Sheehan: I have heard that Afghanistan is the “graveyard of Empires,” but I also know that Yemen has been extremely hard to conquer in the past. The attacks are heinous like you say, and the international community should demand that the war criminal Saudi regime immediately ceases its bombing campaign. There is absolutely NO excuse for allowing the people of Yemen to starve for the power mad Saudi royals.

Everybody knows that the Saudis are also brutal to their own people, especially women, and the USA should cease to support and ally with the Saudi monsters.

Tasnim: If possible, would you please make some comments on the recent US missile attack on Syria, which was launched under the pretext of an earlier suspected chemical attack in the Arab country?

SheehanOur analysis is that this is obviously not a new Imperial aggression, but only an escalation of a brutal policy against the Middle East that the US has been operating under for several decades.

Under Barack Obama’s mismanagement, US/Israel and Saudi Arabia have trained and given material support to terrorist groups, which have been operating in Syria to overthrow the Assad regime in Damascus for over four years. This is mostly because the Assad regime is the biggest ally of Iran in the region and because of the capitalist’s need to control resources and open new markets for its goods and services. This dangerous escalation by US imperialist forces must be strongly opposed due to the danger of regional and global escalation because the Syrian government has the support of Russia.

We would also like to note that Hillary Clinton the nominee of the DNC against Trump in 2016 came out of her self-imposed political-exile just hours before the US attack on the Shayrat Air Field in Homs saying (disgustingly, to huge applause) at a “Women in the World” summit in NYC:

“Assad has an air force, and that air force is the cause of most of these civilian deaths as we have seen over the years and as we saw again in the last few days. And I really believe that we should have and still should take out his airfields and prevent him from being able to use them to bomb innocent people and drop sarin gas on them.”

This latest attack had come after a US strike killed over 200 civilians in Mosul, Iraq and an escalation of the US-led war against the people of Yemen.
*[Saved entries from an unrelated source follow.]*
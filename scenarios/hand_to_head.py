"""Hand to the back of the head: a seated wearer reaches up and behind, as if combing the hair.

Our own clinic-like setting: from the hand resting on the thigh the wearer
raises the arm high in front, brings the elbow across towards the midline and
folds it, so that the hand arrives behind the crown of the head; they hold
there briefly and come back down, 2 s each way.  The largest elevation of the
library: the robot's first shoulder joint travels 137 deg, at up to 2.7 rad/s
(its velocity limit is 3 rad/s).
"""

from sim import JointIntent, Scenario, Via, deg

# joints: gh flexion, gh abduction, gh rotation, elbow flexion, pronation, wrist flexion, wrist deviation
HAND_ON_THIGH = deg(15, 10, 0, 80, 0, 0, 0)
BEHIND_HEAD = deg(108, -32, 24, 130, 0, 0, 0)  # grip 7 cm behind, 12 cm medial, 23 cm above the m50 shoulder

SCENARIO = Scenario(
    name="hand_to_head",
    description="seated hand from thigh to the back of the head and back, 2 s each way",
    subject="m50",
    intent=JointIntent(
        start_rad=HAND_ON_THIGH,
        start_hold_s=0.3,
        vias=(
            Via(BEHIND_HEAD, move_s=2.0, hold_s=0.6),
            Via(HAND_ON_THIGH, move_s=2.0, hold_s=0.4),
        ),
    ),
    duration_s=5.3,
    controllers=("transparent", "gravity", "walls", "zero"),
)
The “justification” given for the cruise missile attack in Homs is the government of Assad used chemical weapons against Syrians in Idlib and the alleged attack was launched from Shayrat Air Field. So far, the only “proof” we have seen of this attack is from inherent liars in US politics and their rubber-stampers in the propagandist global media. Additionally, this is also the only “proof” we have that Syrian president Bashar al-Assad is a “bad-guy.”

These false “humanitarian” justifications smack of Iraqi WMD, babies being thrown out of incubators by Iraqi troops in Kuwait and the old adage that came from an officer during the US-led war against the people of Vietnam: “We have to destroy the village to save the village.”

Parenthetically, we would like to take this opportunity to point out that many neo-conservative and neo-liberal pundits are now praising Donald Trump and calling him, “presidential” because of his unethical and illegal attack in Syria. What does that say about the US that a president has to join the long line of vicious murderers to gain legitimacy and respect?

In conclusion, we feel that the only way to end US imperial aggression, murder, and crimes against humanity, is to have international working-class solidarity and refuse to be used as pawns for US imperial hegemony.